Le rapport souligne aussi que le recours à un dôme de confinement, destiné à bloquer le puits en cas d’accident, est totalement inapproprié. « Ce dôme se situe à Rio de Janeiro, de l’aveu même de Total, soit à quelque 4 000 km du lieu de forage, et il faudrait une dizaine de jours pour le faire venir, autant de temps laissé à la marée noire pour détruire le récif corallien ou les côtes », dénonce Jane Dziwinski, de Greenpeace.

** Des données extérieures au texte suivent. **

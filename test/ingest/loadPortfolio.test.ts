import { cp, mkdtemp, readFile, rm, writeFile } from "node:fs/promises";
import { tmpdir } from "node:os";
import { join } from "node:path";
import { afterAll, describe, expect, it } from "vitest";
import { formatIssue } from "../../src/core/issues.ts";
import { loadPortfolio } from "../../src/ingest/index.ts";

const GOOD = "test/fixtures/ingest/good";
const BAD = "test/fixtures/ingest/bad";

describe("loadPortfolio on a folder written only from inputs.md", () => {
  it("loads with zero errors, every row used, every file reported", async () => {
    const seen: string[] = [];
    const r = await loadPortfolio(GOOD, { onFile: (f) => seen.push(f) });
    expect(r.issues.filter((i) => i.severity === "error").map(formatIssue)).toEqual([]);
    expect(r.fatal).toBe(false);
    const p = r.portfolio!;
    expect(p.settings.name).toBe("Lindenfold Estates");
    expect(p.settings.basePath).toBe("/reports/");
    expect(p.settings.escalation.electricity).toBe(0.03);
    for (const f of p.report.files) {
      expect(f.rowsRejected, f.file).toBe(0);
      expect(f.rowsUsed, f.file).toBe(f.rowsRead);
    }
    expect(p.report.files.map((f) => f.file)).toEqual(seen);
    // Paths are relative to the portfolio folder (issue 16: published files never carry the builder's folders).
    expect(seen).toContain("bills.csv");
    expect(seen).toContain("intervals/E-100-2024.csv");
    expect(seen).toContain("weather/normals/kxaa.csv");
  });

  it("keeps a building name with <script> and quotes exactly as written (HTML escaping is the site's job)", async () => {
    const p = (await loadPortfolio(GOOD)).portfolio!;
    expect(p.buildings[0].name).toBe("Mill Yard <script>alert(1)</script> & Co, Annex");
    // 25,000 ft² × 0.09290304 m²/ft² (international foot, exact) = 2322.576 m².
    expect(p.buildings[0].floorAreaM2).toBeCloseTo(2322.576, 9);
    expect(p.buildings[1].floorAreaM2).toBe(4000);
  });

  it("reads meters with columns in another case, default bill ids with #2 repeats, bill lines, tariffs by id", async () => {
    const p = (await loadPortfolio(GOOD)).portfolio!;
    expect(p.meters.map((m) => [m.meterId, m.unit, m.multiplier, m.account])).toEqual([
      ["E-100", "kWh", 1, "ACCT-0001"],
      ["G-200", "therm", 1, null],
    ]);
    expect(p.bills.map((b) => b.billId)).toEqual(["E-100:2024-03-01", "E-100:2024-04-01", "G-200:2024-03-01", "G-200:2024-03-01#2"]);
    expect(p.bills[1]).toMatchObject({ readType: "estimated", demandKw: null, powerFactor: null, statementDate: null });
    expect(p.billLines.map((l) => l.billId)).toEqual(["E-100:2024-03-01", "E-100:2024-03-01", "G-200:2024-03-01#2"]);
    expect([...p.tariffs.keys()].sort()).toEqual(["fen-gas", "fen-gs"]);
  });

  it("builds interval series and hourly weather in °C on a UTC grid", async () => {
    const r = await loadPortfolio(GOOD);
    const s = r.portfolio!.intervals.get("E-100")!;
    expect(s.intervalMinutes).toBe(15);
    // 2024-03-01 00:00 in New York is EST (UTC−5) → 05:00Z.
    expect(s.startMs[0]).toBe(Date.UTC(2024, 2, 1, 5));
    const w = r.portfolio!.weather.get("KXAA")!;
    expect(w.startMs).toBe(Date.UTC(2024, 2, 1, 5));
    expect(w.tempC[0]).toBeCloseTo(5, 12); // 41 °F = 5 °C
    expect(r.weatherGaps).toEqual([
      { stationId: "KXAA", startMs: Date.UTC(2024, 2, 1, 15), endMs: Date.UTC(2024, 2, 1, 17), hours: 2, action: "interpolated" },
    ]);
  });
});

describe("loadPortfolio on bad input", () => {
  const load = () => loadPortfolio(BAD);
  const find = async (file: string, line: number) => (await load()).issues.filter((i) => i.file === file && i.line === line);

  it("is not fatal: bad rows are rejected and counted, good rows kept", async () => {
    const r = await load();
    expect(r.fatal).toBe(false);
    const counts = Object.fromEntries(r.portfolio!.report.files.map((f) => [f.file, [f.rowsRead, f.rowsUsed, f.rowsRejected]]));
    expect(counts).toMatchObject({
      "buildings.csv": [6, 2, 4],
      "meters.csv": [6, 2, 4],
      "bills.csv": [7, 1, 6],
      "bill_lines.csv": [2, 1, 1],
      "intervals/a.csv": [6, 5, 1],
      "intervals/b.csv": [2, 1, 1],
    });
    for (const f of r.portfolio!.report.files) expect(f.rowsUsed + f.rowsRejected, f.file).toBe(f.rowsRead);
  });

  it("buildings: BOM header read, unknown column warned once, `1,234`, bad zone, duplicate id", async () => {
    const r = await load();
    const b = r.issues.filter((i) => i.file === "buildings.csv");
    expect(b.filter((i) => i.message.includes("unknown column"))).toHaveLength(1);
    expect((await find("buildings.csv", 3))[0]).toMatchObject({ column: 3, severity: "error" });
    expect((await find("buildings.csv", 3))[0].message).toMatch(/thousands separator/);
    expect((await find("buildings.csv", 4))[0].message).toMatch(/IANA/);
    expect((await find("buildings.csv", 5))[0].message).toMatch(/repeats line 2/);
    expect(r.portfolio!.buildings[0].name).toBe('<script>alert("x")</script> Hall');
    const station = b.find((i) => i.message.includes("KNONE"));
    expect(station).toMatchObject({ severity: "warning", line: 7 });
  });

  it("meters: unknown building, unit/commodity mismatch, unknown tariff, text in a number", async () => {
    expect((await find("meters.csv", 3))[0]).toMatchObject({ column: 2 });
    expect((await find("meters.csv", 4))[0]).toMatchObject({ column: 4 });
    expect((await find("meters.csv", 5))[0]).toMatchObject({ column: 5 });
    expect((await find("meters.csv", 6))[0]).toMatchObject({ column: 6 });
    const p = (await load()).portfolio!;
    expect(p.meters.find((m) => m.meterId === "E1")?.unit).toBe("kWh"); // "kwh" → canonical spelling
  });

  it("bills: unknown meter, bad date, empty period, pf > 1, currency symbol, meter rejected upstream", async () => {
    expect((await find("bills.csv", 3))[0].message).toMatch(/E9.*not in meters.csv/);
    expect((await find("bills.csv", 4))[0]).toMatchObject({ column: 2 });
    expect((await find("bills.csv", 5))[0]).toMatchObject({ column: 3 });
    expect((await find("bills.csv", 6))[0]).toMatchObject({ column: 5 });
    expect((await find("bills.csv", 7))[0].message).toMatch(/currency symbol/);
    expect((await find("bills.csv", 8))[0].message).toMatch(/rejected in .*meters.csv:3/);
    for (const i of (await load()).issues.filter((x) => x.severity === "error")) expect(i.hint, formatIssue(i)).toBeTruthy();
  });

  it("weather: text and implausible temperatures and a nonexistent local time are rejected; °F converted", async () => {
    const r = await load();
    const rep = r.portfolio!.report.files.find((f) => f.file.endsWith("kbbb-more.csv"))!;
    expect([rep.rowsRead, rep.rowsUsed, rep.rowsRejected]).toEqual([4, 1, 3]);
    expect((await find("weather/kbbb-more.csv", 2))[0]).toMatchObject({ column: 3 });
    expect((await find("weather/kbbb-more.csv", 3))[0].message).toMatch(/plausible/);
    expect((await find("weather/kbbb-more.csv", 4))[0].message).toMatch(/does not exist in America\/New_York/);
    const w = r.portfolio!.weather.get("KBBB")!;
    // 35.6 °F = 2 °C at 04:00Z; 02:00 and 03:00 interpolated between 2 °C (01:00) and 2 °C.
    expect(w.tempC[4]).toBeCloseTo(2, 12);
    expect(Array.from(w.filled.slice(0, 5))).toEqual([0, 0, 1, 1, 0]);
  });

  it("intervals: files merged per meter, sorted, first duplicate kept, negatives kept and warned", async () => {
    const r = await load();
    const s = r.portfolio!.intervals.get("E1")!;
    // Local 00:00–00:45 EST = 05:00–05:45Z; the 00:00 in b.csv and the second 00:15 are duplicates.
    expect(Array.from(s.startMs)).toEqual([0, 15, 30, 45].map((m) => Date.UTC(2024, 0, 1, 5, m)));
    expect(Array.from(s.values)).toEqual([1, -2, 3, 4]);
    const dup = r.issues.filter((i) => i.message.startsWith("duplicate reading"));
    expect(dup.map((i) => [i.file, i.line])).toEqual([["intervals/b.csv", 3], ["intervals/a.csv", 5]]);
    expect(r.issues.filter((i) => i.message.includes("negative"))).toHaveLength(1);
  });
});

describe("loadPortfolio fatal cases", () => {
  const dirs: string[] = [];
  afterAll(async () => {
    for (const d of dirs) await rm(d, { recursive: true, force: true });
  });
  const variant = async (change: (dir: string) => Promise<void>): Promise<string> => {
    const dir = await mkdtemp(join(tmpdir(), "ohmbook-ingest-"));
    dirs.push(dir);
    await cp(GOOD, dir, { recursive: true });
    await change(dir);
    return dir;
  };

  it.each([
    ["portfolio.yaml missing", async (d: string) => rm(join(d, "portfolio.yaml")), /no portfolio.yaml/],
    ["portfolio.yaml without name", async (d: string) => writeFile(join(d, "portfolio.yaml"), "currency: USD\n"), /no name/],
    ["portfolio.yaml unparseable", async (d: string) => writeFile(join(d, "portfolio.yaml"), "name: [x\n"), /YAML syntax/],
    ["buildings.csv missing", async (d: string) => rm(join(d, "buildings.csv")), /buildings.csv is missing/],
    ["meters.csv missing", async (d: string) => rm(join(d, "meters.csv")), /meters.csv is missing/],
    ["bills.csv missing", async (d: string) => rm(join(d, "bills.csv")), /bills.csv is missing/],
    [
      "bills.csv without the total column",
      async (d: string) => {
        const text = await readFile(join(d, "bills.csv"), "utf8");
        await writeFile(join(d, "bills.csv"), text.replace(",total,", ",amount,"));
      },
      /missing required column\(s\): total/,
    ],
  ])("%s → fatal, portfolio null, clear error", async (_name, change, message) => {
    const r = await loadPortfolio(await variant(change));
    expect(r.fatal).toBe(true);
    expect(r.portfolio).toBeNull();
    expect(r.issues.some((i) => i.severity === "error" && message.test(i.message))).toBe(true);
  });
});

describe("loadPortfolio key uniqueness", () => {
  const dirs: string[] = [];
  afterAll(async () => {
    for (const d of dirs) await rm(d, { recursive: true, force: true });
  });
  const copy = async (): Promise<string> => {
    const dir = await mkdtemp(join(tmpdir(), "ohmbook-ingest-"));
    dirs.push(dir);
    await cp(GOOD, dir, { recursive: true });
    return dir;
  };

  it("an explicit bill_id used twice rejects the second row", async () => {
    const dir = await copy();
    await writeFile(join(dir, "bills.csv"), "bill_id,meter_id,period_start,period_end,usage,total\nB1,E-100,2024-01-01,2024-02-01,10,5\nB1,E-100,2024-02-01,2024-03-01,10,5\n");
    await writeFile(join(dir, "bill_lines.csv"), "bill_id,label,amount\nB1,Energy,5\n");
    const r = await loadPortfolio(dir);
    expect(r.portfolio!.bills.map((b) => b.billId)).toEqual(["B1"]);
    const e = r.issues.filter((i) => i.severity === "error");
    expect(e).toHaveLength(1);
    expect(e[0]).toMatchObject({ line: 3, column: 1 });
  });

  it("two tariff files with the same id: the second is rejected", async () => {
    const dir = await copy();
    await cp(join(dir, "tariffs", "fen-gs.yaml"), join(dir, "tariffs", "fen-gs-copy.yaml"));
    const r = await loadPortfolio(dir);
    const e = r.issues.filter((i) => i.severity === "error");
    expect(e).toHaveLength(1);
    expect(e[0].file).toBe("tariffs/fen-gs.yaml");
    expect(e[0].message).toMatch(/already used by .*fen-gs-copy.yaml/);
    expect(r.portfolio!.tariffs.size).toBe(2);
  });
});

describe("loadPortfolio weather rules", () => {
  const dirs: string[] = [];
  afterAll(async () => {
    for (const d of dirs) await rm(d, { recursive: true, force: true });
  });

  it("reads offset-less weather in the buildings' zone, warns when they disagree, converts daily °F", async () => {
    const dir = await mkdtemp(join(tmpdir(), "ohmbook-ingest-"));
    dirs.push(dir);
    await cp(GOOD, dir, { recursive: true });
    await writeFile(join(dir, "buildings.csv"),
      "building_id,name,floor_area,timezone,weather_station\nA,Alpha,100,America/New_York,KQQ\nB,Beta,100,America/Chicago,KQQ\nLF-01,Gamma,100,America/New_York,KXAA\nLF-02,Delta,100,America/New_York,KXAA\n");
    await writeFile(join(dir, "weather", "kqq.csv"), "station_id,timestamp,temperature_c\nKQQ,2024-01-10T00:00,4\nKQQ,2024-01-10T01:00,6\n");
    await writeFile(join(dir, "weather", "kqq-daily.csv"), "station_id,date,tmax_f,tmin_f\nKQQ,2024-01-11,50,32\n");
    const r = await loadPortfolio(dir);
    expect(r.issues.filter((i) => i.severity === "error").map(formatIssue)).toEqual([]);
    expect(r.issues.filter((i) => /different time zones/.test(i.message))).toHaveLength(1);
    const w = r.portfolio!.weather.get("KQQ")!;
    // Read in the first building's zone (New York, UTC−5 in January): 00:00 local = 05:00Z.
    expect(w.startMs).toBe(Date.UTC(2024, 0, 10, 5));
    expect(Array.from(w.tempC.slice(0, 2))).toEqual([4, 6]);
    // Daily 50/32 °F = 10/0 °C; 15:00 local on the 11th (20:00Z) is the maximum.
    const k = (Date.UTC(2024, 0, 11, 20) - w.startMs) / 3600000;
    expect(w.tempC[k]).toBeCloseTo(10, 9);
  });
});


describe("loadPortfolio contacts (tenant page contact lines)", () => {
  const dirs: string[] = [];
  afterAll(async () => {
    for (const d of dirs) await rm(d, { recursive: true, force: true });
  });

  it("keeps the contact of a building with a tenant page; warns at the key on an unknown id or a building without one", async () => {
    const dir = await mkdtemp(join(tmpdir(), "ohmbook-ingest-"));
    dirs.push(dir);
    await cp(GOOD, dir, { recursive: true });
    const yaml = await readFile(join(dir, "portfolio.yaml"), "utf8");
    // LF-01 has tenant_page yes, LF-02 no (test/fixtures/ingest/good/buildings.csv); LF-99 does not exist.
    await writeFile(join(dir, "portfolio.yaml"), `${yaml}contacts:\n  LF-01: Front desk, 555-0101\n  LF-02: Caretaker\n  LF-99: Nobody\n`);
    const r = await loadPortfolio(dir);
    const contactsLine = yaml.trimEnd().split("\n").length + 1; // the "contacts:" line; LF-02 is 2 below it
    expect(r.portfolio!.settings.contacts).toEqual({ "LF-01": "Front desk, 555-0101", "LF-02": "Caretaker", "LF-99": "Nobody" });
    const warnings = r.issues.filter((i) => i.file === "portfolio.yaml").map(formatIssue);
    expect(warnings).toEqual([
      `portfolio.yaml:${contactsLine + 2}:3: warning: contact for LF-02 is not shown: the building has no tenant page (hint: set tenant_page to yes for it in buildings.csv, or remove the contact)`,
      `portfolio.yaml:${contactsLine + 3}:3: warning: contacts names building "LF-99", which is not in buildings.csv (hint: use a building_id from buildings.csv)`,
    ]);
  });
});

describe("meter units come from the tariff engine's list", () => {
  it("a water meter may bill in kgal, and unit aliases read as the tariff loader reads them", async () => {
    const dir = await mkdtemp(join(tmpdir(), "ohmbook-units-"));
    try {
      await cp(GOOD, dir, { recursive: true });
      await writeFile(join(dir, "tariffs", "fen-water.yaml"), "id: fen-water\ncommodity: water\nusage_unit: kgal\nversions:\n  - from: 2020-01-01\n    charges:\n      - { label: Water, energy: 6.10 }\n");
      const meters = await readFile(join(dir, "meters.csv"), "utf8");
      await writeFile(join(dir, "meters.csv"), `${meters.replace("G-200,LF-02,gas,therm", "G-200,LF-02,gas,Therms")}W-300,LF-01,water,KGAL,fen-water,,\n`);
      const r = await loadPortfolio(dir);
      expect(r.issues.filter((i) => i.severity === "error")).toEqual([]);
      expect(r.portfolio!.meters.map((m) => [m.meterId, m.unit])).toEqual([["E-100", "kWh"], ["G-200", "therm"], ["W-300", "kgal"]]);
    } finally {
      await rm(dir, { recursive: true, force: true });
    }
  });
});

Occupation brève de stations-service Total, banderole sur le boulevard périphérique parisien, samedi 27 mai, Greenpeace et ANV-COP21 ont agi contre les projets pétroliers de Total au large des côtes brésiliennes. | EMMANUEL SAPET

Les impacts d’un forage, même sans catastrophe, seraient considérables sur les écosystèmes fragiles que sont la mangrove, les forêts et le récif en mer. Pour Greepeace, il n’est pas question de laisser exploiter les fonds marins dans cette zone encore vierge de tout forage. « Total souhaite commencer les opérations en 2017 et BP en 2018. La priorité est d’empêcher le forage du tout premier puits », conclut le rapport, qui demande aux autorités brésiliennes d’annuler toutes les autorisations de forage.

« Total a échoué à fournir des informations complètes sur le récif de l’Amazone et l’impact qu’une telle marée noire pourrait avoir dessus. C’est pourquoi nous pressons l’entreprise de renoncer à son projet avant tout impact irréversible », déclare Edina Ifticene, chargée de campagne océans à Greenpeace.